Colorado school district denies allegations of grade inflation

By: Associated Press
April 13, 2014 Updated: April 13, 2014 at 4:39 pm

GRAND JUNCTION — A Grand Junction school district is denying allegations of grade inflation after several teachers testified in a case involving the termination of a teacher.

The Daily Sentinel reports Sunday ( that an administrative law judge recommended retaining Grand Junction High School math teacher Jane White after teachers testified that administrators pressure them to avoid giving students D's and F's. Judge Matthew E. Norwood wrote that multiple teachers testified administrators pressured them in order to minimize complaints from parents and ensure extracurricular eligibility.

Norwood wrote that White was disciplined after complaining about the elimination of a math tutoring program.

District 51 Chief Academic Officer Bill Larsen said teachers district-wide are encouraged to teach or recommend tutoring among ways to prevent students from getting failing grades.
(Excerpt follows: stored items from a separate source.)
import { describe, expect, it } from 'vitest';
import type { Plan } from '../../../shared/schemas/plan';
import { usePlanStore } from '../../../src/stores/plan';
import { allIds, plan } from '../../shared/plan/small-plan';
import { buildJob, JOB_ID, json, mockFetchWithStores } from '../api-fakes';

function envelope(p: Plan = plan(), overrides: Record<string, unknown> = {}) {
  return { version: 0, locked: false, stale: false, plan: p, problems: [], ...overrides };
}

const job = buildJob;


describe('plan store', () => {
  const fetchMock = mockFetchWithStores();

  async function loaded() {
    const store = usePlanStore();
    fetchMock.mockResolvedValueOnce(json(200, envelope()));
    await store.loadPlan(JOB_ID);
    return store;
  }

  it('keeps the draft and every field error when the server refuses a save', async () => {
    const store = await loaded();
    store.drafts[JOB_ID].stages[1].steps[0].text = 'Set the crawler gauge to 7 m';
    store.drafts[JOB_ID].stages[0].hold!.requiredRoles = ['supervisor', 'operator'];
    expect(store.isDirty(JOB_ID)).toBe(true);

    fetchMock.mockResolvedValueOnce(
      json(409, {
        error: {
          code: 'mandatory_hold',
          message: 'Mandatory holds and their required roles cannot be removed.',
          fields: [
            { path: 'stages.0.hold.requiredRoles', message: 'The mandatory hold “Checked” no longer asks the signaller to acknowledge.' },
            { path: 'stages.0.hold.valueCheck', message: 'Put the check back as generated.' },
          ],
        },
      }),
    );
    const saved = await store.savePlan(JOB_ID);

    expect(saved).toBe(false);
    const [url, init] = fetchMock.mock.calls[1];
    expect(url).toBe(`/api/jobs/${JOB_ID}/plan`);
    expect(init?.method).toBe('PUT');
    expect(JSON.parse(String(init?.body)).stages[1].steps[0].text).toBe('Set the crawler gauge to 7 m');
    expect(store.formOf(JOB_ID).problem).toBe('Mandatory holds and their required roles cannot be removed.');
    expect(store.errorOf(JOB_ID, 'stages.0.hold.requiredRoles')).toContain('no longer asks the signaller');
    expect(store.errorOf(JOB_ID, 'stages.0.hold.valueCheck')).toBe('Put the check back as generated.');
    // A stage finds the errors of the fields under it; another stage has none.
    expect(store.errorOf(JOB_ID, 'stages.0')).not.toBe('');
    expect(store.errorOf(JOB_ID, 'stages.1')).toBe('');
    expect(store.formOf(JOB_ID).saving).toBe(false);
    // The edits are still there to fix, and still unsaved.
    expect(store.drafts[JOB_ID].stages[1].steps[0].text).toBe('Set the crawler gauge to 7 m');
    expect(store.isDirty(JOB_ID)).toBe(true);
    expect(store.envelopes[JOB_ID].plan.stages[1].steps[0].text).toBe('Set the gauge');
  });

  it('names a blank step on the device without asking the server', async () => {
    const store = await loaded();
    store.drafts[JOB_ID].stages[2].steps[0].text = '   ';
    expect(await store.savePlan(JOB_ID)).toBe(false);
    expect(fetchMock).toHaveBeenCalledTimes(1);
    expect(store.errorOf(JOB_ID, 'stages.2.steps.0.text')).toBe('Fill this in');
    expect(store.formOf(JOB_ID).problem).toContain('Some fields need fixing');
  });

  it('saves, reads the plan back with its problems, and the draft is clean again', async () => {
    const store = await loaded();
    store.drafts[JOB_ID].stages[2].title = 'Lay-down of the sections';
    const afterSave = plan();
    afterSave.stages[2].title = 'Lay-down of the sections';
    fetchMock.mockImplementation(async (input) => {
      if (input.endsWith('/plan')) return json(200, envelope(afterSave, { problems: [{ code: 'holds_need_more_people', message: 'Add a signaller.', path: 'stages.0.hold.requiredRoles' }] }));
      if (input.endsWith('/readiness')) return json(200, { ready: false, reasons: [] });
      throw new Error(`unexpected ${input}`);
    });
    fetchMock.mockResolvedValueOnce(json(200, { job: job({ updatedAt: '2026-10-01T08:00:00.000Z' }) }));

    expect(await store.savePlan(JOB_ID)).toBe(true);
    expect(store.isDirty(JOB_ID)).toBe(false);
    expect(store.envelopes[JOB_ID].problems.map((p) => p.code)).toEqual(['holds_need_more_people']);
    expect(store.formOf(JOB_ID).fieldErrors).toEqual({});
  });

  it('keeps ids unique when stages and steps are added, moved and removed', async () => {
    const store = await loaded();
    const p = store.drafts[JOB_ID];
    store.addStage(JOB_ID, 0);
    store.addStage(JOB_ID, 0);
    store.addStep(JOB_ID, 1);
    store.addStep(JOB_ID, 2, 0);
    store.addHold(JOB_ID, 1);
    expect(store.moveStage(JOB_ID, 1, 1).ok).toBe(true);
    expect(store.moveStep(JOB_ID, 3, 1, -1).ok).toBe(true);
    expect(p.stages[3].steps.map((s) => s.id)).toEqual(['upper.b', 'upper.a']);
    expect(store.removeStep(JOB_ID, 3, 0).ok).toBe(true);
    store.addStage(JOB_ID, p.stages.length - 1);

    const ids = allIds(p);
    expect(new Set(ids).size).toBe(ids.length);
    expect(ids.every((id) => /^[A-Za-z0-9_.:-]+$/.test(id))).toBe(true);
    expect(p.stages).toHaveLength(6);
    expect(p.stages.filter((s) => s.id.startsWith('custom-'))).toHaveLength(3);
    // New stages start after the stage above the place they were added; moving one keeps that.
    expect(p.stages[1].dependsOn).toEqual(['ground']);
    expect(p.stages[2].dependsOn).toEqual(['ground']);
    expect(p.stages[5].dependsOn).toEqual(['laydown']);
    expect(p.stages[2].hold?.id).toMatch(/^custom-/);
  });

  it('never removes a mandatory hold or its stage, and says why', async () => {
    const store = await loaded();
    const p = store.drafts[JOB_ID];

    const stageResult = store.removeStage(JOB_ID, 0);
    expect(stageResult.ok).toBe(false);
    expect(!stageResult.ok && stageResult.reason).toContain('mandatory');
    const holdResult = store.removeHold(JOB_ID, 0);
    expect(holdResult.ok).toBe(false);
    expect(store.removeValueCheckField(JOB_ID, 0, 0).ok).toBe(false);
    expect(store.setHoldRole(JOB_ID, 0, 'signaller', false).ok).toBe(false);
    expect(p.stages[0].hold?.requiredRoles).toEqual(['supervisor', 'operator', 'signaller']);
    expect(store.lockedRoles(JOB_ID, 0)).toEqual(['supervisor', 'operator', 'signaller']);
    // A role added since the last save can be taken away again.
    expect(store.setHoldRole(JOB_ID, 0, 'rigger', true).ok).toBe(true);
    expect(store.setHoldRole(JOB_ID, 0, 'rigger', false).ok).toBe(true);
    expect(p.stages[0].hold?.mandatory).toBe(true);
    expect(p.stages[0].hold?.valueCheck?.fields).toHaveLength(1);
    expect(p.stages).toHaveLength(3);
    expect(store.isDirty(JOB_ID)).toBe(false);
  });

  it('removes an ordinary hold and stage; later stages wait for what the removed one waited for', async () => {
    const store = await loaded();
    const p = store.drafts[JOB_ID];
    expect(store.removeHold(JOB_ID, 1).ok).toBe(true);
    expect(p.stages[1].hold).toBeNull();
    expect(store.removeStage(JOB_ID, 1).ok).toBe(true);
    expect(p.stages.map((s) => s.id)).toEqual(['ground', 'laydown']);
    expect(p.stages[1].dependsOn).toEqual(['ground']);
  });

  it('keeps every reason the server gives when it refuses to make the job ready', async () => {
    const store = await loaded();
    fetchMock.mockResolvedValueOnce(
      json(409, {
        error: {
          code: 'not_ready',
          message: 'The job cannot leave planning yet.',
          fields: [
            { path: 'crew_signaller', message: 'The crew has no signaller. Add at least one.' },
            { path: 'plan_cycle', message: 'Stages “A” and “B” wait for each other in a circle.' },
            { path: 'plan_stale', message: 'The plan was made for an earlier configuration.' },
          ],
        },
      }),
    );
    expect(await store.makeReady(JOB_ID)).toBe(false);
    expect(store.readyRefusals[JOB_ID].map((r) => r.code)).toEqual(['crew_signaller', 'plan_cycle', 'plan_stale']);
    expect(store.readying.has(JOB_ID)).toBe(false);
  });

  it('takes the job as ready and the plan as locked version 1 when the server agrees', async () => {
    const store = await loaded();
    fetchMock.mockImplementation(async (input) => {
      if (input.endsWith('/plan')) return json(200, envelope(plan(), { version: 1, locked: true }));
      if (input.endsWith('/plan/versions'))
        return json(200, { items: [{ version: 1, createdAt: '2026-10-01T09:00:00.000Z', createdBy: { userId: 'u1', name: 'Maren Holt' }, reason: 'locked at ready', plan: plan() }] });
      if (input.endsWith('/readiness')) return json(200, { ready: false, reasons: [{ code: 'invalid_state', message: 'The job is ready, not planning.' }] });
      throw new Error(`unexpected ${input}`);
    });
    fetchMock.mockResolvedValueOnce(json(200, { job: job({ state: 'ready', planVersion: 1 }) }));

    expect(await store.makeReady(JOB_ID)).toBe(true);
    expect(store.envelopes[JOB_ID].locked).toBe(true);
    expect(store.envelopes[JOB_ID].version).toBe(1);
    expect(store.versions[JOB_ID].map((v) => v.version)).toEqual([1]);
    expect(store.readyRefusals[JOB_ID]).toBeUndefined();
    // A locked plan is never "unsaved", whatever the draft holds.
    store.drafts[JOB_ID].stages[0].title = 'Changed';
    expect(store.isDirty(JOB_ID)).toBe(false);
  });

  it('treats a job without a saved configuration as having no plan yet, not as a failure', async () => {
    const store = usePlanStore();
    fetchMock.mockResolvedValueOnce(json(404, { error: { code: 'no_plan', message: 'There is no plan yet.' } }));
    await store.loadPlan(JOB_ID);
    expect(store.missing.has(JOB_ID)).toBe(true);
    expect(store.problemOf(`plan:${JOB_ID}`)).toBe('');
  });
});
Any credible evidence that an administrator was encouraging teachers to inflate grades based on anything other than student effort "would be grounds for dismissal," Larsen said

"Whenever there's a large number of D and F students in a class we say, 'What do we need to do to improve those grades?' " Larsen said. "There can't be any ambiguity in how that is said with administration."

But in his findings, Norwood wrote: "'Failure was not an option' was the message these teachers received .... The administration sought to minimize complaints from parents and wanted to make sure that students remained eligible for athletic competition, marching band and other activities. Such eligibility was very important for some parents. Some parents would themselves complete a student's homework."
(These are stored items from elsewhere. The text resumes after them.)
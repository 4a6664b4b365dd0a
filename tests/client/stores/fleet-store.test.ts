import { describe, expect, it } from 'vitest';
import type { ComponentDto, InspectionDto } from '../../../shared/schemas/fleet';
import type { UserDto } from '../../../shared/schemas/users';
import { componentQuery, countByStatus, isQuarantined, useFleetStore } from '../../../src/stores/fleet';
import { useSessionStore } from '../../../src/stores/session';
import { json, mockFetchWithStores } from '../api-fakes';

const UNIT_ID = '6f1c2d7e-3a4b-4c5d-8e9f-0a1b2c3d4e5f';
const MODEL_ID = '0b9a8c7d-6e5f-4a3b-9c2d-1e0f9a8b7c6d';

function component(overrides: Partial<ComponentDto>): ComponentDto {
  return {
    id: 'c-' + Math.random().toString(36).slice(2, 8),
    serial: 'IN12-0001',
    kind: 'section',
    typeId: 'ins12',
    typeLabel: 'Insert 12 m',
    modelId: MODEL_ID,
    modelName: 'Invented 250',
    unitId: UNIT_ID,
    unitFleetNumber: 'CC-07',
    location: 'Yard bay 3',
    status: 'serviceable',
    retiredReason: null,
    lastInspection: null,
    createdAt: '2026-10-01T07:00:00.000Z',
    updatedAt: '2026-10-01T07:00:00.000Z',
    ...overrides,
  };
}


function signInAs(overrides: Partial<UserDto>) {
  const session = useSessionStore();
  session.user = {
    id: 'u1',
    email: 'someone@hire.test',
    displayName: 'Someone',
    qualifications: [],
    isAdmin: false,
    canInspect: false,
    active: true,
    hasPassword: true,
    createdAt: '2026-10-01T07:00:00.000Z',
    units: 'metric',
    ...overrides,
  };
}

describe('fleet store', () => {
  const fetchMock = mockFetchWithStores();

  it('builds the component query string from the filters, leaving out empty ones', async () => {
    expect(componentQuery({})).toBe('');
    expect(componentQuery({ q: '   ' })).toBe('');
    expect(componentQuery({ type: 'guy_line', q: ' G12 & <x> ' })).toBe('?type=guy_line&q=G12+%26+%3Cx%3E');

    fetchMock.mockResolvedValue(json(200, { items: [] }));
    const fleet = useFleetStore();
    await fleet.loadComponents({ type: 'section', status: 'quarantined', unitId: UNIT_ID, q: ' IN12 ' });
    expect(fetchMock.mock.calls[0][0]).toBe(`/api/components?type=section&status=quarantined&unitId=${UNIT_ID}&q=IN12`);
    expect(fetchMock.mock.calls[0][1]?.method).toBe('GET');

    await fleet.loadComponents({});
    expect(fetchMock.mock.calls[1][0]).toBe('/api/components');
  });

  it('refuses a filter the server would refuse, without asking it', async () => {
    const fleet = useFleetStore();
    await fleet.loadComponents({ unitId: 'not-a-unit' });
    expect(fetchMock).not.toHaveBeenCalled();
    expect(fleet.problemOf('components')).toMatch(/filter is not valid/);
  });

  it('keeps only the answer to the latest filter when an earlier one arrives late', async () => {
    let releaseFirst: (r: Response) => void = () => undefined;
    fetchMock.mockImplementationOnce(() => new Promise<Response>((resolve) => (releaseFirst = resolve)));
    fetchMock.mockResolvedValueOnce(json(200, { items: [component({ serial: 'NEW-1', status: 'quarantined' })] }));
    const fleet = useFleetStore();
    const first = fleet.loadComponents({ status: 'serviceable' });
    await fleet.loadComponents({ status: 'quarantined' });
    releaseFirst(json(200, { items: [component({ serial: 'OLD-1' })] }));
    await first;
    expect(fleet.components.map((c) => c.serial)).toEqual(['NEW-1']);
    expect(fleet.componentFilter).toEqual({ status: 'quarantined' });
  });

  it('shows a quarantined component as quarantined and counts it', async () => {
    fetchMock.mockResolvedValueOnce(
      json(200, {
        items: [
          component({ serial: 'IN12-0001' }),
          component({ serial: 'IN12-0002', status: 'quarantined', lastInspection: { at: '2026-10-20T09:00:00.000Z', result: 'damaged', byName: 'Ola', thumbnailUrl: null } }),
          component({ serial: 'IN3-0001', status: 'retired', retiredReason: 'scrapped' }),
        ],
      }),
    );
    const fleet = useFleetStore();
    await fleet.loadComponents({ unitId: UNIT_ID });
    const q = fleet.components.find((c) => c.serial === 'IN12-0002')!;
    expect(q.status).toBe('quarantined');
    expect(isQuarantined(q)).toBe(true);
    expect(fleet.components.filter(isQuarantined).map((c) => c.serial)).toEqual(['IN12-0002']);
    expect(countByStatus(fleet.components)).toEqual({ serviceable: 1, quarantined: 1, retired: 1 });
  });

  it('shares one request between callers and keeps a refusal message', async () => {
    fetchMock.mockResolvedValueOnce(json(200, { items: [] }));
    const fleet = useFleetStore();
    await Promise.all([fleet.loadUnits(), fleet.loadUnits()]);
    expect(fetchMock).toHaveBeenCalledTimes(1);

    fetchMock.mockResolvedValueOnce(json(404, { error: { code: 'not_found', message: 'That crane unit was not found.' } }));
    expect(await fleet.loadUnit(UNIT_ID)).toBeNull();
    expect(fleet.problemOf(`unit:${UNIT_ID}`)).toBe('That crane unit was not found.');
    expect(fleet.isLoading(`unit:${UNIT_ID}`)).toBe(false);
  });

  it('keeps the field errors when the server refuses an inspection', async () => {
    fetchMock.mockResolvedValueOnce(
      json(400, {
        error: {
          code: 'validation',
          message: 'The inspection has invalid fields.',
          fields: [
            { path: 'notes', message: 'Describe the damage found' },
            { path: 'photoIds.0', message: 'That photo was not found; add it again' },
          ],
        },
      }),
    );
    const fleet = useFleetStore();
    const photoId = '1a2b3c4d-5e6f-4a1b-8c2d-3e4f5a6b7c8d';
    const result = await fleet.recordInspection('c-1', { result: 'damaged', notes: 'dent', photoIds: [photoId] });
    expect(result).toBeNull();
    expect(fleet.saving).toBe(false);
    expect(fleet.fieldErrors).toEqual({ notes: 'Describe the damage found', 'photoIds.0': 'That photo was not found; add it again' });
    // A control finds the message of anything under it: the photo list shows the first photo's.
    expect(fleet.errorOf('photoIds')).toBe('That photo was not found; add it again');
    expect(fleet.errorOf('result')).toBe('');
    expect(fleet.fieldList).toHaveLength(2);
    expect(fleet.saveProblem).toBe('The inspection has invalid fields.');
    const [url, init] = fetchMock.mock.calls[0];
    expect(url).toBe('/api/components/c-1/inspections');
    expect(init?.method).toBe('POST');
    expect(JSON.parse(String(init?.body))).toEqual({ result: 'damaged', notes: 'dent', photoIds: [photoId] });

    fleet.resetForm();
    expect(fleet.fieldErrors).toEqual({});
  });

  it('asks for notes on a damage finding before sending it', async () => {
    const fleet = useFleetStore();
    expect(await fleet.recordInspection('c-1', { result: 'damaged', notes: '   ', photoIds: [] })).toBeNull();
    expect(fetchMock).not.toHaveBeenCalled();
    expect(fleet.errorOf('notes')).toBe('Describe the damage found');
    fleet.clearFieldError('notes');
    expect(fleet.errorOf('notes')).toBe('');
  });

  it('puts the component quarantined by a damage finding into the list and the detail', async () => {
    const before = component({ id: 'c-9', serial: 'IN12-0009' });
    fetchMock.mockResolvedValueOnce(json(200, { items: [before] }));
    fetchMock.mockResolvedValueOnce(json(200, { component: before, inspections: [] }));
    const fleet = useFleetStore();
    await fleet.loadComponents({});
    await fleet.loadComponent('c-9');

    const inspection: InspectionDto = {
      id: 'i-1',
      componentId: 'c-9',
      at: '2026-10-21T08:00:00.000Z',
      by: { id: 'u1', name: 'Ola Brenner' },
      result: 'damaged',
      notes: 'Lacing bent at the second bay',
      photos: [{ id: 'p1', url: '/api/uploads/p1?sig=x', thumbnailUrl: '/api/uploads/p1/thumbnail?sig=x' }],
    };
    const after = { ...before, status: 'quarantined' as const };
    fetchMock.mockResolvedValueOnce(json(201, { inspection, component: after }));
    const saved = await fleet.recordInspection('c-9', { result: 'damaged', notes: 'Lacing bent at the second bay' });
    expect(saved?.id).toBe('i-1');
    expect(fleet.components[0].status).toBe('quarantined');
    expect(fleet.componentDetails['c-9'].component.status).toBe('quarantined');
    expect(fleet.componentDetails['c-9'].inspections.map((i) => i.id)).toEqual(['i-1']);
  });

  it('lists every failing path of a refused import, and says when the model exists', async () => {
    const fleet = useFleetStore();
    fetchMock.mockResolvedValueOnce(
      json(400, {
        error: {
          code: 'validation',
          message: 'The arrangement file has invalid fields.',
          fields: [
            { path: 'arrangements.3.sectionTypeIds', message: 'sections add up to 30 m, not 27 m' },
            { path: 'arrangements.3.raising.trackGaugeM', message: 'track gauge 6 m is not one of the gauge options' },
            { path: 'drums.0.ropeId', message: 'unknown rope "R30"' },
          ],
        },
      }),
    );
    expect(await fleet.importModel('{"schemaVersion":1}')).toEqual({ kind: 'refused' });
    expect(fleet.fieldList.map((f) => f.path)).toEqual(['arrangements.3.sectionTypeIds', 'arrangements.3.raising.trackGaugeM', 'drums.0.ropeId']);
    expect(fetchMock.mock.calls[0][0]).toBe('/api/crane-models/import');

    fetchMock.mockResolvedValueOnce(json(409, { error: { code: 'model_exists', message: 'A crane model with that id already exists.' } }));
    expect(await fleet.importModel('{"schemaVersion":1}')).toEqual({ kind: 'exists', message: 'A crane model with that id already exists.' });

    expect(await fleet.importModel('{not json')).toEqual({ kind: 'refused' });
    expect(fleet.saveProblem).toMatch(/not JSON/);
    expect(fetchMock).toHaveBeenCalledTimes(2);
  });

  it('lets admins and supervisors change the fleet, riggers inspect, viewers only read', () => {
    const fleet = useFleetStore();
    signInAs({ qualifications: ['viewer'] });
    expect([fleet.canChangeFleet, fleet.canInspect]).toEqual([false, false]);
    signInAs({ qualifications: ['rigger'] });
    expect([fleet.canChangeFleet, fleet.canInspect]).toEqual([false, true]);
    signInAs({ qualifications: ['supervisor'] });
    expect([fleet.canChangeFleet, fleet.canInspect]).toEqual([true, true]);
    signInAs({ qualifications: [], isAdmin: true });
    expect([fleet.canChangeFleet, fleet.canInspect]).toEqual([true, true]);
    signInAs({ qualifications: ['operator', 'signaller'] });
    expect([fleet.canChangeFleet, fleet.canInspect]).toEqual([false, false]);
  });

  it('adds an assist crane from its chart file, and keeps every failing path of a refused chart', async () => {
    const fleet = useFleetStore();
    expect(await fleet.createAssistCrane({ fleetNumber: 'AC-9', operatorName: 'Ola', location: '', chartFileText: '{not json' })).toBeNull();
    expect(fleet.fieldList.map((f) => f.path)).toEqual(['data']);
    expect(fetchMock).not.toHaveBeenCalled();

    fetchMock.mockResolvedValueOnce(
      json(400, { error: { code: 'validation', message: 'The assist crane has invalid fields.', fields: [{ path: 'data.charts.0.points.1.radiusM', message: 'radii must increase down the chart' }, { path: 'operatorName', message: 'Enter the name' }] } }),
    );
    expect(await fleet.createAssistCrane({ fleetNumber: 'AC-9', operatorName: '', location: '', chartFileText: '{"charts":[]}' })).toBeNull();
    expect(fleet.fieldList.map((f) => f.path)).toEqual(['data.charts.0.points.1.radiusM', 'operatorName']);
    expect(fleet.errorOf('operatorName')).toBe('Enter the name');
    const sent = JSON.parse(String(fetchMock.mock.calls[0][1]?.body)) as { fleetNumber: string; data: unknown };
    expect(sent).toMatchObject({ fleetNumber: 'AC-9', data: { charts: [] } });
  });
});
The District 51 School Board members deadlocked last week on deciding whether to fire White after 15 years on the job.

Larsen said teachers may be asked to re-teach one or more concepts if multiple students are failing or students who have failed may be sent to a computer lab for credit, or may be sent to tutoring before or after school.

Norwood's decision notes that White was disciplined after she said she was "speechless" and "flabbergasted" at the lack of support for a student math tutoring program aimed at students receiving D's and F's in math class. Administrators cut the after-school program because of costs.